▶ Entries supplied

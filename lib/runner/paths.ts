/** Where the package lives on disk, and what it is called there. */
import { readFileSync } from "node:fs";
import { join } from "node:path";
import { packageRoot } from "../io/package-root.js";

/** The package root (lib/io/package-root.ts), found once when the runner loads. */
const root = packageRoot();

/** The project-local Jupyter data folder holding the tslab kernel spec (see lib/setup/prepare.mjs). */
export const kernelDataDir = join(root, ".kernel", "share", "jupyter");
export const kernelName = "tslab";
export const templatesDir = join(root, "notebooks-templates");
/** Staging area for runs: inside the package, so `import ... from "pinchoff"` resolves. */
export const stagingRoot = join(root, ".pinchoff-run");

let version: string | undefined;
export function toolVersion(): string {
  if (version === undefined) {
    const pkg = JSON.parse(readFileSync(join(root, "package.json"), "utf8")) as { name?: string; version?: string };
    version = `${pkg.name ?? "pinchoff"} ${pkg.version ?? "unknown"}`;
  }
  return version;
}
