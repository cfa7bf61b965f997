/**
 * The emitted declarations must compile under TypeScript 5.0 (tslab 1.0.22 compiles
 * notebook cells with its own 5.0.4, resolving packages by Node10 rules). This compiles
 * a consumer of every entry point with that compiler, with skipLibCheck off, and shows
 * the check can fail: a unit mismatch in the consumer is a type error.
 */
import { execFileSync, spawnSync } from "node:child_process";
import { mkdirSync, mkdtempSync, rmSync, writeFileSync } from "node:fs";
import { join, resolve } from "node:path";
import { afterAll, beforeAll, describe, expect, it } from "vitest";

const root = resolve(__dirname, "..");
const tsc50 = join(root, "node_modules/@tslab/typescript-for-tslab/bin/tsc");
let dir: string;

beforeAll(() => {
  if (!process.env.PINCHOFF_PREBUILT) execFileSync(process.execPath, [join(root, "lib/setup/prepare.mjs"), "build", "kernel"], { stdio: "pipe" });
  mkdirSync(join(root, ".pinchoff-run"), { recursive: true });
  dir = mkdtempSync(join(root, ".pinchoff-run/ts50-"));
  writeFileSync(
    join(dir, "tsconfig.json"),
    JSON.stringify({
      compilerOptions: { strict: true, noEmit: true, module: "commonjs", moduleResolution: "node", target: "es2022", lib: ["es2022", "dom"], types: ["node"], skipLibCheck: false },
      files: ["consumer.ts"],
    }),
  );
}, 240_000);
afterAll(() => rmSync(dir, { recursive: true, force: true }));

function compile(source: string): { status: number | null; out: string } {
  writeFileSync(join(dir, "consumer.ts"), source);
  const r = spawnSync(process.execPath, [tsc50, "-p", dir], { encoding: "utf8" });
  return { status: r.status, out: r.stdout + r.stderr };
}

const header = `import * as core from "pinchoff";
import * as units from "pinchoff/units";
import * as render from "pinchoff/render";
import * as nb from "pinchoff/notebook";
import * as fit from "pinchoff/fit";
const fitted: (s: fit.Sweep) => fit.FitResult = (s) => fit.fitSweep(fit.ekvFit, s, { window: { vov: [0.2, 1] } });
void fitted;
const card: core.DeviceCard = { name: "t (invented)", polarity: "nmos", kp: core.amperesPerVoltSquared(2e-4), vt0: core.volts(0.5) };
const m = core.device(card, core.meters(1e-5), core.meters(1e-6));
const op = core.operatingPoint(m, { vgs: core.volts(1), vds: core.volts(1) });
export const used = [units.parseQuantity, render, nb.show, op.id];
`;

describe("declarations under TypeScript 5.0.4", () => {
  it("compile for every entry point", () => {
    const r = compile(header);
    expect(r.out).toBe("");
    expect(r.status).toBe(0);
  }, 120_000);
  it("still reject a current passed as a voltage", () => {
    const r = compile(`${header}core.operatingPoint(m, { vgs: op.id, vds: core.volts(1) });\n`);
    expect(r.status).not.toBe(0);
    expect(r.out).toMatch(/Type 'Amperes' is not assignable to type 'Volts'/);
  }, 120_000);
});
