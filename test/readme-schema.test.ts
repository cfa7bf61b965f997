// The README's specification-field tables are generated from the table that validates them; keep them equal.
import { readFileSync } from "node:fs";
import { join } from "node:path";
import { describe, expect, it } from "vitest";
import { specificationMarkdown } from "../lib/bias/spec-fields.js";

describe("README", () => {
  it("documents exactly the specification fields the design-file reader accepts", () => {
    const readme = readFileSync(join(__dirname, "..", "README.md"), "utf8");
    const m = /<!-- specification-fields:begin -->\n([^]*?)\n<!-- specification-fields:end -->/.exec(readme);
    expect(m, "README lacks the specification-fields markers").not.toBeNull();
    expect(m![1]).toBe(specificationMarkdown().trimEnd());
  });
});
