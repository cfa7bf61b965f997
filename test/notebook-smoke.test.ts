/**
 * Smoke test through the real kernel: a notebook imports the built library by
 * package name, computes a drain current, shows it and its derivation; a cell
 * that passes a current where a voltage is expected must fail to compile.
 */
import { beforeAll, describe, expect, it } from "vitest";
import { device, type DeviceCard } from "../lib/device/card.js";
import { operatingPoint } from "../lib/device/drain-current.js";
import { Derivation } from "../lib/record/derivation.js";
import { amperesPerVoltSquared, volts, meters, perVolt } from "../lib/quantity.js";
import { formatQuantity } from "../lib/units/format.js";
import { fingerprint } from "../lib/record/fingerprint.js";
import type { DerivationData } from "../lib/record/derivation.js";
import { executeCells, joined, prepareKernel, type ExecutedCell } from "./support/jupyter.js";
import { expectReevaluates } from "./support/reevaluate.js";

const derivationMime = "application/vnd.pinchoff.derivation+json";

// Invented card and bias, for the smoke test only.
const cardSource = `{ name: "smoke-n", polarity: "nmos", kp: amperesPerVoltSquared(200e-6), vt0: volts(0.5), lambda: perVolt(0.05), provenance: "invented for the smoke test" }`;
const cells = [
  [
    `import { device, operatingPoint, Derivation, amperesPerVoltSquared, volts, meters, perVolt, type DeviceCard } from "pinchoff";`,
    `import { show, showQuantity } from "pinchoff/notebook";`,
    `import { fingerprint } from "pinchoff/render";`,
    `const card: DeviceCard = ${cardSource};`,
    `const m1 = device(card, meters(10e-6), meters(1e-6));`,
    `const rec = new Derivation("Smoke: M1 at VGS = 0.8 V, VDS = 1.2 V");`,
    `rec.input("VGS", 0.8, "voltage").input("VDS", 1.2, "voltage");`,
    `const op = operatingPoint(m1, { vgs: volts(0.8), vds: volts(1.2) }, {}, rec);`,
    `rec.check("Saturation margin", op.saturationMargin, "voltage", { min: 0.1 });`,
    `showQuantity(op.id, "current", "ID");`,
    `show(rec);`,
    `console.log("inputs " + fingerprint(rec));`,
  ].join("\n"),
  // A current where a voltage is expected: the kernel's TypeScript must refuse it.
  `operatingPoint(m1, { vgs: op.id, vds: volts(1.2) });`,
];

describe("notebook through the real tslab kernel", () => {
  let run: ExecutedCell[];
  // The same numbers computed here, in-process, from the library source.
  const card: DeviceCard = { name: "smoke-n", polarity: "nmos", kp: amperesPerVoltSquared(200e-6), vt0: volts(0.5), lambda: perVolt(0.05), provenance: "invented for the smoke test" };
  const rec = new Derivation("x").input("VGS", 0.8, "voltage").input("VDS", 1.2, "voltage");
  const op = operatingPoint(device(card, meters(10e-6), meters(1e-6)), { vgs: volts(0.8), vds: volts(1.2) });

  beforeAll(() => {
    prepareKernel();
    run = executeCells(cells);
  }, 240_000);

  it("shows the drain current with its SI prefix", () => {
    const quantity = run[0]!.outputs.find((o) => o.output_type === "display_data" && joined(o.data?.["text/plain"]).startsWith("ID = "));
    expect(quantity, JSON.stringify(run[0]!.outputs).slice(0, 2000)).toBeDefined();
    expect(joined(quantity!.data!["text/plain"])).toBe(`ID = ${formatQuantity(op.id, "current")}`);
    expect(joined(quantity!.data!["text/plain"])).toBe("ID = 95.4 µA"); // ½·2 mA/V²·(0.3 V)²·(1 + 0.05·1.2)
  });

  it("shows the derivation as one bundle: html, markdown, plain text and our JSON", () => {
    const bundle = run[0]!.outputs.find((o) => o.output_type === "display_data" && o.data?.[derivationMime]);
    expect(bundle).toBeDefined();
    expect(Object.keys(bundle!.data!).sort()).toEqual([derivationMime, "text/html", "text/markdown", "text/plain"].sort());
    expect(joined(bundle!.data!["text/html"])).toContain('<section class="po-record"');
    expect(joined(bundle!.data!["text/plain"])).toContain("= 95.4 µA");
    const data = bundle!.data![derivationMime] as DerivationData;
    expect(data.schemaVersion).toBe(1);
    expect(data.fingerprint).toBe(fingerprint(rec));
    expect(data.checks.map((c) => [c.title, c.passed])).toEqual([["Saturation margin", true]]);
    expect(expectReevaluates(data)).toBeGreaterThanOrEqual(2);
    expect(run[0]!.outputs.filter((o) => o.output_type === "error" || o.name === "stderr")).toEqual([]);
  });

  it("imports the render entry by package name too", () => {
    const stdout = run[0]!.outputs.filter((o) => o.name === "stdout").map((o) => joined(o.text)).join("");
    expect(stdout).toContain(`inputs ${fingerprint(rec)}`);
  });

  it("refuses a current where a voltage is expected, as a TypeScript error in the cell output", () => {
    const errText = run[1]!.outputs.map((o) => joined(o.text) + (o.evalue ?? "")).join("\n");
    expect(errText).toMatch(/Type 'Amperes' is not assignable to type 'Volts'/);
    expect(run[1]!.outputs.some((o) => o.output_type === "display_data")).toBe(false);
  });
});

▶ What you will do
Copy every line from the entries that contains the word "entry".

▶ Task result
 * a consumer of every entry point with that compiler, with skipLibCheck off, and shows
  it("compile for every entry point", () => {
  it("imports the render entry by package name too", () => {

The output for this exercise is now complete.